Я вожу пальцем по торопливо нацарапанным буквам. От этих слов у меня странно щемит сердце и снова хочется выйти подышать свежим воздухом. Что-то, и сами слова, и чутье, подсказывает мне, что записка от Коула. Когда он успел ее оставить? Я шумно вздыхаю – в этом вздохе озабоченность пополам с радостью – и запихиваю клочок бумаги в карман платья.
Только сейчас заметив, что на ногах у меня до сих пор отцовские башмаки, я сажусь на кровать и собираюсь разуться, как вдруг слышу негромкие шаги.
– Лекси, холодно, – звучит у меня за спиной. Я улыбаюсь и оглядываюсь.
– Ты права, птичка моя, – говорю я Рен и плотно закрываю окно, – Давай закроем его получше и больше не будет открывать, ладно?
Кивнув, Рен протягивает мне ладошку. Я беру сестренку за руку и позволяю ей отвести себя на кухню.
* * *
Ночь сегодня все никак не настает.
Записка Коула жжет мне карман, и я слоняюсь по дому, пока в маминой комнате не гаснет свет. Тогда я подхожу к Рен, она уже в постели, но не спит. Подоткнув старенькое стеганое одеяло, я ласково ерошу ей волосы. Старый дом потрескивает – это из него выходит дневное тепло.

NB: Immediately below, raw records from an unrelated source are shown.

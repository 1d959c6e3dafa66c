#!/bin/sh
# Heavier calibration and power checks of the clustering tests (ignored in CI).
#   level:  1000 CSR datasets, n = 300, 99 simulations, rejections in the
#           binomial 99 % interval [33, 69] (scipy.stats.binom.interval(0.99, 1000, 0.05))
#   power:  500 Thomas and 500 Matérn II datasets, 199 simulations, >= 95 % rejected
# Run from the repository root.
set -e
cargo test --release --test distance -- --ignored --nocapture
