// Intake benchmark in Node.js, through the same wasm core the page uses
// (dist/node, built by ./build.sh). Same CSV shape and seed idea as the native
// benchmark (examples/bench_intake.rs), generated here with a small seeded LCG.
// Usage: node bench/intake-node.mjs 1000 10000 100000 1000000
import { createRequire } from 'node:module';
const require = createRequire(import.meta.url);
const { Session } = require('../dist/node/cloister.js');

function makeCsv(n, seed) {
  let s = BigInt(seed);
  const next = () => { // 64-bit LCG (Knuth MMIX constants), top 53 bits
    s = (s * 6364136223846793005n + 1442695040888963407n) & 0xffffffffffffffffn;
    return Number(s >> 11n) / 2 ** 53;
  };
  const parts = ['id,longitude,latitude,onset_date,category\n'];
  for (let i = 0; i < n; i++) {
    const lon = (-32.06 + 0.12 * next()).toFixed(6);
    const lat = (-41.54 + 0.08 * next()).toFixed(6);
    const day = String(1 + Math.floor(next() * 28)).padStart(2, '0');
    const month = String(1 + Math.floor(next() * 12)).padStart(2, '0');
    const cat = next() < 0.3 ? 'enteric' : 'respiratory';
    parts.push(`${i},${lon},${lat},2025-${month}-${day},${cat}\n`);
  }
  return new TextEncoder().encode(parts.join(''));
}

const sizes = process.argv.slice(2).map(Number).filter(Boolean);
for (const n of (sizes.length ? sizes : [1e3, 1e4, 1e5, 1e6])) {
  const bytes = makeCsv(n, 20261202);
  let best = Infinity, peak = 0;
  const reps = n >= 1e6 ? 3 : 5;
  for (let r = 0; r < reps; r++) {
    const s = new Session();
    const t0 = performance.now();
    s.loadEvents(bytes, {});
    const sm = s.summary();
    const t = (performance.now() - t0) / 1000;
    if (sm.n_events !== n) throw new Error(`expected ${n} events, got ${sm.n_events}`);
    best = Math.min(best, t);
    peak = Math.max(peak, process.memoryUsage().rss / 2 ** 20);
    s.free();
  }
  console.log(JSON.stringify({ where: 'node', n, bytes: bytes.length, total_s: +best.toFixed(4), peak_rss_mb: +peak.toFixed(1) }));
}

– Надеюсь, они не вернутся, – зевнув, говорит Рен. – Я устала. Не хочу играть. – Она свернулась клубочком, но не сводит глаз с окна. Я глажу ее по голове.
– Все будет хорошо.
– Ты обещаешь? – спрашивает Рен. Она вытянула руки, на одной по-прежнему привязан амулет сестер, от него пахнет мхом и землей, и луговыми цветами. Беру ее тощие лапки в свои руки и подношу к губам. Задумываюсь, подбирая нужные слова.
– Я обещаю, что все это улажу, – шепчу я в пространство между ее ладошками. Рен откидывается на подушку. Руки с моими словами она так и держит ковшиком.
– И вот еще что, Рен, – продолжаю я, присаживаясь рядом с ней на кровать, – что бы ни случилось, до утра не вылезай из кровати. А если снова услышишь своих друзей, не обращай на них внимания. Это нехорошо с их стороны – приходить к тебе по ночам.
Рен крутится, устраиваясь под одеялом.
– Я не шучу, – предостерегаю я, а она уже накрылась с головой, виднеется только макушка.
Я жду, глядя на огонек свечи.
Убедившись, что Рен спит, я поднимаюсь, и комната покачивается. А может, это я покачиваюсь, от усталости и недосыпа. Наконец стены и пол встают на место. Я провожу по бедру, проверяя, на месте ли отцовский нож. Поцеловав Рен в макушку, я открываю окно и выпрыгиваю. Потом закрываю раму, захлопываю ставни и, обернувшись, вглядываюсь в ожидающую меня ночь.